Ibragim Musayev says he fell foul of his superiors after learning from a colleague of a clandestine shipment of weapons from Baku via the Naxcivan airport to Turkey's banned Kurdistan Workers Party (PKK). That colleague was arrested and subsequently died in custody.
In a long interview with the news portal Kavkaz-Uzel.ru, Musayev describes his recruitment by Azerbaijan's National Security Ministry and how he ran a network of agents who supplied information on developments in the northwestern regions of Iran.
He also recalls how an airport technician, Turac Zeynalov, told him about a consignment of arms transported by air from Baku to Naxcivan and destined for the PKK, which was then still mired in a decades-old armed conflict with Azerbaijan's strategic partner, Turkey. Zeynalov said he had seen in a car placed at his disposal by the drunken army officer accompanying the arms shipment papers, which he scanned, detailing the type and quantity of weaponry and the intended recipient. The involvement of the military tends to substantiate Zeynalov's stated conviction that such shipments could only have taken place with the connivance of senior officials in Baku.

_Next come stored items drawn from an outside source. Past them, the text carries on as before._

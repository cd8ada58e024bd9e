"""Browser tests: Dash's ``dash_duo`` driving the system Chromium headless.

Run with ``pytest tests/browser --headless``.  Chromium is Debian's
``/usr/bin/chromium`` with ``/usr/bin/chromedriver`` (nothing is downloaded).
"""

import os

import pytest

from webapp.browser import available, chrome_options


def pytest_configure(config):
    config.addinivalue_line("markers", "browser: end-to-end test in headless Chromium")


def pytest_setup_options():
    return chrome_options(headless=False)   # dash_duo adds --headless itself (pytest --headless)


def pytest_collection_modifyitems(config, items):
    here = os.path.dirname(__file__)
    for item in items:
        if str(item.fspath).startswith(here):
            item.add_marker(pytest.mark.browser)
    if not available() and any(str(item.fspath).startswith(here) for item in items):
        if os.environ.get("MODEHEAT_NO_BROWSER"):
            skip = pytest.mark.skip(reason="MODEHEAT_NO_BROWSER is set")
            for item in items:
                if str(item.fspath).startswith(here):
                    item.add_marker(skip)
        else:
            raise pytest.UsageError("Chromium or chromedriver is not installed (apt-get install chromium "
                                    "chromium-driver); set MODEHEAT_NO_BROWSER=1 to skip the browser tests")


@pytest.fixture
def second_browser():
    """A separate headless Chromium session (its own profile and storage)."""
    from selenium import webdriver
    driver = webdriver.Chrome(options=chrome_options())
    yield driver
    driver.quit()
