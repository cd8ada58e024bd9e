"""Browser tests: Dash's ``dash_duo`` driving the system Chromium headless.

Run with ``pytest tests/browser --headless``.  Chromium is Debian's
``/usr/bin/chromium`` with ``/usr/bin/chromedriver`` (nothing is downloaded).
"""

import os

import pytest
from dash.testing.application_runners import ThreadedRunner

from tests.ports import worker_port
from webapp.browser import CHROMIUM, available, chrome_options

MISSING = (f"Chromium ({CHROMIUM}) or chromedriver is not installed: run `make test` (it installs them) "
           "or `sudo apt-get install chromium chromium-driver`")

_threaded_start = ThreadedRunner.start


def _start_on_worker_port(self, app, start_timeout=3, **kwargs):
    """``dash_duo.start_server`` on this xdist worker's own port (tests/ports.py)."""
    kwargs["port"] = worker_port(kwargs.get("port", 8050))
    return _threaded_start(self, app, start_timeout, **kwargs)


ThreadedRunner.start = _start_on_worker_port


def pytest_configure(config):
    config.addinivalue_line("markers", "browser: end-to-end test in headless Chromium")


def pytest_setup_options():
    return chrome_options(headless=False)   # dash_duo adds --headless itself (pytest --headless)


@pytest.hookimpl(tryfirst=True)   # before ``-m "not browser"`` deselects by this marker
def pytest_collection_modifyitems(config, items):
    here = os.path.dirname(__file__)
    for item in items:
        if str(item.fspath).startswith(here):
            item.add_marker(pytest.mark.browser)


@pytest.fixture(autouse=True)
def _browser_installed():
    """Without Chromium a browser test fails with one line naming the command (never a skip)."""
    if not available():
        pytest.fail(MISSING, pytrace=False)


@pytest.fixture
def second_browser():
    """A separate headless Chromium session (its own profile and storage)."""
    from selenium import webdriver
    driver = webdriver.Chrome(options=chrome_options())
    yield driver
    driver.quit()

Zeynalov gave Musayev copies of those papers on August 2, 2011; on August 24, he was arrested and charged with espionage. He died under mysterious circumstances in custody just days later; the official cause of death was given as skin cancer but his family says he was tortured and beaten by authorities.

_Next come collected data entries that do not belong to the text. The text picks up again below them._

def _used_note(dataset, active, lattice, paired):
    """Names the DOS this page actually used, and how, beside the active dataset when they differ."""
    if dataset is None:
        return c.active_note(None)
    role = "lattice part (DOS × scale s) and comparison" if lattice == "dos" else "comparison curve and S(298.15 K)"
    words = ["DOS used for the ", role, ": ", html.Strong(dataset["name"], className="mh-dataset-name")]
    if paired:
        words += [" — paired with the demo measurement",
                  f"; the active dataset {active['name']} is not used" if active else "",
                  " (upload your own measurement to use the active dataset)"]
    else:
        words += [" (the active dataset; change it on the ", dcc.Link("Spectrum", href="/spectrum"), " page)"]
    return html.P(words, className="mh-active-note", id="cal-dos-used")


def _analysis(stored, measured, reading, current, dos, atoms, lattice, terms, fix, fit_range):
    """(report, fit) of :func:`thermo.calorimetry.report.analyse`, memoised on the measured file's content,
    the DOS and the settings (a revisit of the page does not refit)."""
    digest = hashlib.sha256(stored["contents"].encode()).hexdigest()
    dos_key = cache.load_key(current) if (current is not None and lattice == "dos") else None
    key = ("calorimetry", digest, tuple(reading), dos_key, atoms, lattice, tuple(terms),
           str(fix or ""), str(fit_range or ""))

    def compute():
        model = HeatCapacityModel(atoms=atoms, lattice=lattice, electronic="electronic" in terms,
                                  dilation="nernst-lindemann" if "nernst-lindemann" in terms else "none",
                                  dos=dos if lattice == "dos" else None)
        report, fit, _third = analyse(measured, model, _fixed(fix), parse_fit_range(fit_range) if fit_range else None)
        return report, fit
    report, fit = cache.result(key, compute)
    return dict(report), fit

Musayev was then tasked with seducing Zeynalov's widow, which he admits to having done. National Security Ministry personnel photographed her naked in bed with him and then blackmailed her into abandoning her protests over her husband's death. Sickened by the demands made on him, Musayev left Azerbaijan for Russia in September 2012 and in early January 2013 formally requested refugee status there. By that time Azerbaijan had already issued an international warrant for his arrest, which took place one month later.
Long, Complicated Baku-PKK History
The documentary evidence Musayev claims to have obtained from Zeynalov of Azerbaijani government involvement in supplying weaponry to the PKK serves yet again to highlight Azerbaijan's seemingly ambivalent relationship with that organization.
Unsubstantiated allegations of links between the Azerbaijani leadership and the PKK, and/or of the presence of PKK members or even training camps on Azerbaijani territory, appeared regularly in the Azerbaijani opposition press in the early 2000s. Among the officials named in this connection were senior members of the Sumgait municipal council and Baylar Eyyubov, who headed then-President Heydar Aliyev's personal security service and is said to be of Kurdish origin.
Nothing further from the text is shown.